Confessions of a Comic Book Guy is a weekly column by retailer Steve Bennett of Mary Alice Wilson's Dark Star Comics of Yellow Springs, Ohio.  This week Bennett follows up on a couple of topics near and dear -- online comics and comics for girls.

 

I've found a couple things I think worthy of confessing this week:

 

I have to admit I was strangely pleased by the timing (immediately after I went on and on here about the potential of online comics for a couple of weeks) of the announcement concerning the launch of Josh Blaylock's Pullbox Online.  It's a site where you can download comics like Kore, Defek, Breakdown, and Voltron for only ninety-nine cents.  But clearly these downloads are an attempt to find a way to distribute comics that circumvents the direct sales market, raising the obvious question 'isn't this going to create even more unwanted competition for retailers?'

 

I really don't think so.  Maybe your shop was different but to be honest Dark Star was never able to shift a substantial number of the comics being made available for download at Pullbox, in large part because our shelves were creaking under the weight of the comics we already had.  I realize I'm stating the obvious here but getting your customers to try new original titles is notoriously difficult given their money is usually tied up in the comics they're already getting. 

 

And when it comes to licensed titles like Voltron, well I'm sure somewhere there are people who would be thrilled to have new adventures of the Voltron crew - but they sure didn't come into our store looking for them.  Posting issues online where anyone typing the new of the animated series into a search engine can find them seems to make a lot more sense then just hoping its fans will come into a comic book shop.

 

There are of course worries operations like this will drain off some of our customer base, and while it's certainly possible our customers will go online to download these comics, I'm not all that worried about losing their business (and not just because of the limited number of comics available online right now).  Clearly these folks like the experience of going to a bricks and mortar comic book shop or they wouldn't be shopping with us in the first place.  It's entirely more likely Pullbox will grow the market by making comics available to people who don't have easy access to a comic shop.

 

Next there was the announcement of the impending launch of DC's female-skewing Minx line, an attempt to get girls who've 'grown up' (more or less) reading manga to make the leap to indigenous American comics.
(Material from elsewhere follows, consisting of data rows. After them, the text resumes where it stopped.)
import type { Dimension } from '../quantity/dimension';

/** Figures of one run, with what they mean. The JSON carries them under these names, in SI. */
export const FIGURES = {
  peakCurrent: { label: 'Peak current', dimension: 'current' },
  peakCurrentAt: { label: 'Time of the peak', dimension: 'time' },
  pulseWidthHalf: { label: 'Width of the first pulse at half its peak', dimension: 'time' },
  pulseWidthTenth: { label: 'Width of the first pulse at 10 % of its peak', dimension: 'time' },
  firstPulseI2t: { label: 'I²t of the first pulse', dimension: 'i2t' },
  firstPulseEnergy: { label: 'Energy in the limiter, first pulse', dimension: 'energy' },
  chargeI2t: { label: 'I²t to the end of charging', dimension: 'i2t' },
  chargeEnergy: { label: 'Energy in the limiter to the end of charging', dimension: 'energy' },
  chargedAt: { label: 'End of charging', dimension: 'time' },
  totalI2t: { label: 'I²t of the whole run', dimension: 'i2t' },
  sourceEnergy: { label: 'Energy from the source', dimension: 'energy' },
  steadyRmsCurrent: { label: 'Steady line current, rms', dimension: 'current' },
  steadyPeakCurrent: { label: 'Steady line current, peak', dimension: 'current' },
  highestHalfPeriodRms: { label: 'Highest half-period rms current', dimension: 'current' },
  limiterLoss: { label: 'Steady loss in the limiter', dimension: 'power' },
  limiterLossShare: { label: 'Limiter loss, share of input', dimension: 'ratio' },
  highestBus: { label: 'Highest bus voltage', dimension: 'voltage' },
  finalBusLow: { label: 'Lowest bus voltage, last cycle', dimension: 'voltage' },
  busAtLoadStart: { label: 'Bus voltage at load start', dimension: 'voltage' },
  lowestBusUnderLoad: { label: 'Lowest bus after load start', dimension: 'voltage' },
  loadStarts: { label: 'Number of load starts', dimension: 'count' },
  loadStartAt: { label: 'First load start', dimension: 'time' },
  bypassClosedAt: { label: 'Contact closes', dimension: 'time' },
  bypassSecondPeak: { label: 'Second peak after the contact closes', dimension: 'current' },
  bypassVoltage: { label: 'Voltage over the contact before it closes', dimension: 'voltage' },
  timeToTrip: { label: 'Time to trip', dimension: 'time' },
  letThroughI2t: { label: 'Let-through I²t', dimension: 'i2t' },
  letThroughEnergy: { label: 'Let-through energy in the element', dimension: 'energy' },
  trippedCurrent: { label: 'Current when tripped, rms', dimension: 'current' },
  trippedPower: { label: 'Power when tripped', dimension: 'power' },
  timeToDischarge: { label: 'Time from switch-off until the bus is below 60 V', dimension: 'time' },
} as const satisfies Record<string, { label: string; dimension: Dimension }>;

export type FigureId = keyof typeof FIGURES;
/** Null where the run has no such figure (no contact, never charged). */
export type Figures = Record<FigureId, number | null>;
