import { isDirty, reduceDraft, startDraft, UNDO_STEPS, type DraftAction, type DraftState } from '@/hooks/scenario/draft-state';
import { draftOf, nodeAt } from '@/hooks/scenario/draft-tree';

import { readScenario, sampleRecord } from '../../support/sample-record';

const record = sampleRecord();
const later = sampleRecord({ version: 4, scenario: readScenario({ notes: 'from a colleague' }), updatedBy: 'Maridel Quost' });
const edit = (path: string, value: string, at: number): DraftAction => ({ type: 'edit', path, value, at });
const after = (...actions: DraftAction[]): DraftState => actions.reduce(reduceDraft, startDraft(record));
const capacitance = (state: DraftState) => nodeAt(state.present, 'bulk.capacitance.nominal');

describe('a draft that is edited', () => {
  it('keeps what was typed as it was typed', () => {
    expect(capacitance(after(edit('bulk.capacitance.nominal', '470u', 0)))).toBe('470u');
  });

  it('undoes a word typed in one go at once, and each field for itself', () => {
    const typed = after(edit('bulk.capacitance.nominal', '4', 0), edit('bulk.capacitance.nominal', '47', 300), edit('bulk.capacitance.nominal', '470u', 600), edit('load.resistance', '4k7', 900));
    const once = reduceDraft(typed, { type: 'undo' });
    expect(nodeAt(once.present, 'load.resistance')).toBe(1000);
    expect(capacitance(once)).toBe('470u');
    expect(capacitance(reduceDraft(once, { type: 'undo' }))).toBe(470e-6);
  });

  it('makes a step of its own of what is typed after a pause', () => {
    const typed = after(edit('bulk.capacitance.nominal', '330u', 0), edit('bulk.capacitance.nominal', '470u', 60_000), { type: 'undo' });
    expect(capacitance(typed)).toBe('330u');
  });

  it('goes back fifty steps and forward again', () => {
    const edits = Array.from({ length: 60 }, (_, index) => edit('load.resistance', `${index}k`, index * 10_000));
    const undos = Array.from({ length: 60 }, (): DraftAction => ({ type: 'undo' }));
    const back = after(...edits, ...undos);
    expect(nodeAt(back.present, 'load.resistance')).toBe(`${60 - UNDO_STEPS - 1}k`);
    const redos = Array.from({ length: 60 }, (): DraftAction => ({ type: 'redo' }));
    expect(nodeAt(redos.reduce(reduceDraft, back).present, 'load.resistance')).toBe('59k');
  });

  it('is clean again when everything was undone, so that nothing is sent', () => {
    expect(isDirty(after(edit('load.resistance', '4k7', 0)))).toBe(true);
    expect(isDirty(after(edit('load.resistance', '4k7', 0), { type: 'undo' }))).toBe(false);
  });

  it('changes two places in one step where one needs the other', () => {
    const state = after({ type: 'edit', path: 'source.kind', value: 'dc', also: [['rectifier', { kind: 'none' }]], at: 0 });
    expect(nodeAt(state.present, 'rectifier.kind')).toBe('none');
    expect(isDirty(reduceDraft(state, { type: 'undo' }))).toBe(false);
  });
});

describe('a draft that is saved', () => {
  it('goes on from the new version and keeps edits made while it was being sent', () => {
    const typed = after(edit('load.resistance', '4k7', 0));
    const more = reduceDraft(typed, edit('load.resistance', '5k6', 5000));
    const saved = reduceDraft(more, { type: 'saved', sent: typed.present, record: later });
    expect(saved.saved.version).toBe(4);
    expect(nodeAt(saved.present, 'load.resistance')).toBe('5k6');
    expect(isDirty(saved)).toBe(true);
  });

  it('takes a colleague’s version over while nothing is unsaved here', () => {
    const state = after({ type: 'changed-elsewhere', record: later });
    expect(nodeAt(state.present, 'notes')).toBe('from a colleague');
    expect(state.theirs).toBeNull();
  });

  it('puts a colleague’s version beside unsaved edits and overwrites neither', () => {
    const state = after(edit('load.resistance', '4k7', 0), { type: 'changed-elsewhere', record: later });
    expect(nodeAt(state.present, 'load.resistance')).toBe('4k7');
    expect(state.theirs?.version).toBe(4);
    const resolved = reduceDraft(state, { type: 'resolved', draft: state.present });
    expect(resolved.saved.version).toBe(4);
    expect(nodeAt(resolved.present, 'load.resistance')).toBe('4k7');
  });

  it('does not mistake an older answer that arrives late for a newer version', () => {
    const state = after(edit('load.resistance', '4k7', 0), { type: 'changed-elsewhere', record: sampleRecord({ version: 2 }) });
    expect(state.theirs).toBeNull();
  });
});

describe('a draft that an earlier visit left unsaved', () => {
  const kept = { draft: { ...draftOf(record.scenario), notes: 'not sent yet' }, version: record.version, base: record.scenario };

  it('is there again and can be undone', () => {
    const state = startDraft(record, kept);
    expect(nodeAt(state.present, 'notes')).toBe('not sent yet');
    expect(nodeAt(reduceDraft(state, { type: 'undo' }).present, 'notes')).toBe('');
  });

  it('stands beside what a colleague saved meanwhile', () => {
    expect(startDraft(later, kept).theirs?.version).toBe(4);
  });
});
There's been grumbling amongst some retailers that, given the amount of money DC has spent on market research to try and find an audience for the line, they won't be coming to us for them.  Well, I think that depends on your individual shop.  Dark Star already sells quite a bit of manga as well as girl friendly graphic novel graphic novel series like Nancy Drew, W.I.T.C.H., and The Babysitters Club, so of course we'll be getting the Minx titles as they come out.

 

But as to whether you can 'convert' manga fans that way, it's been my experience that all the salesmanship in the world can make a customer take something they don't want.  Which, in a round about way, brings me to Marvel's plans to attract new female readers (as laid out in Part Two of the interview with Publisher Dan Buckley published last week on ICv2).  Sure Anita Blake has been a strong seller for us and (so far) these new readers have been back for more, but only for more Anita Blake comics.  As I was saying there's no way to make these people pick up another title, but it would have been nice if Marvel had at least offered us a couple more titles that might have appealed to this group.

 

Next time Marvel does one of their revival 'event' months for some forgotten genre why couldn't it be their line of all but forgotten girl comics (which kept the company afloat in the late 40s when no one was buying super-heroes)?  Imagine everything from Sun Girl to Millie the Model not as they were but reconfigured as comic book 'chick lit' (a.k.a. the modern 'shoes and kisses' romances which owe such an enormous debt to the Sex and the City TV series).

 

Finally if you go to the Disney Comics Worldwide Website you'll read two pieces of interest to American comic fans.  First, a piece about how the Walt Disney Company Italy is creating a new comic called Speed Loop.  I quote: 'The new series is much more a cross between a manga-style comic and a video game, than your usual classic Disney comic.  The exciting story is told like a true novel, interpreted in the form of a comic strip with an original graphic style.'

 

And second, America isn't the only place where comics featuring traditional Disney characters have been cancelled; Portuguese publisher Edimpresa is doing the same, focusing instead on girl titles like W.I.T.C.H.   It's commendable to see a company like Disney make a concerted effort to create new characters that will appeal to today's kids  instead of (like so many American companies) misguidedly trying to 'update' decades old characters until they're no longer recognizable (the Shazam! Captain Marvel anyone?).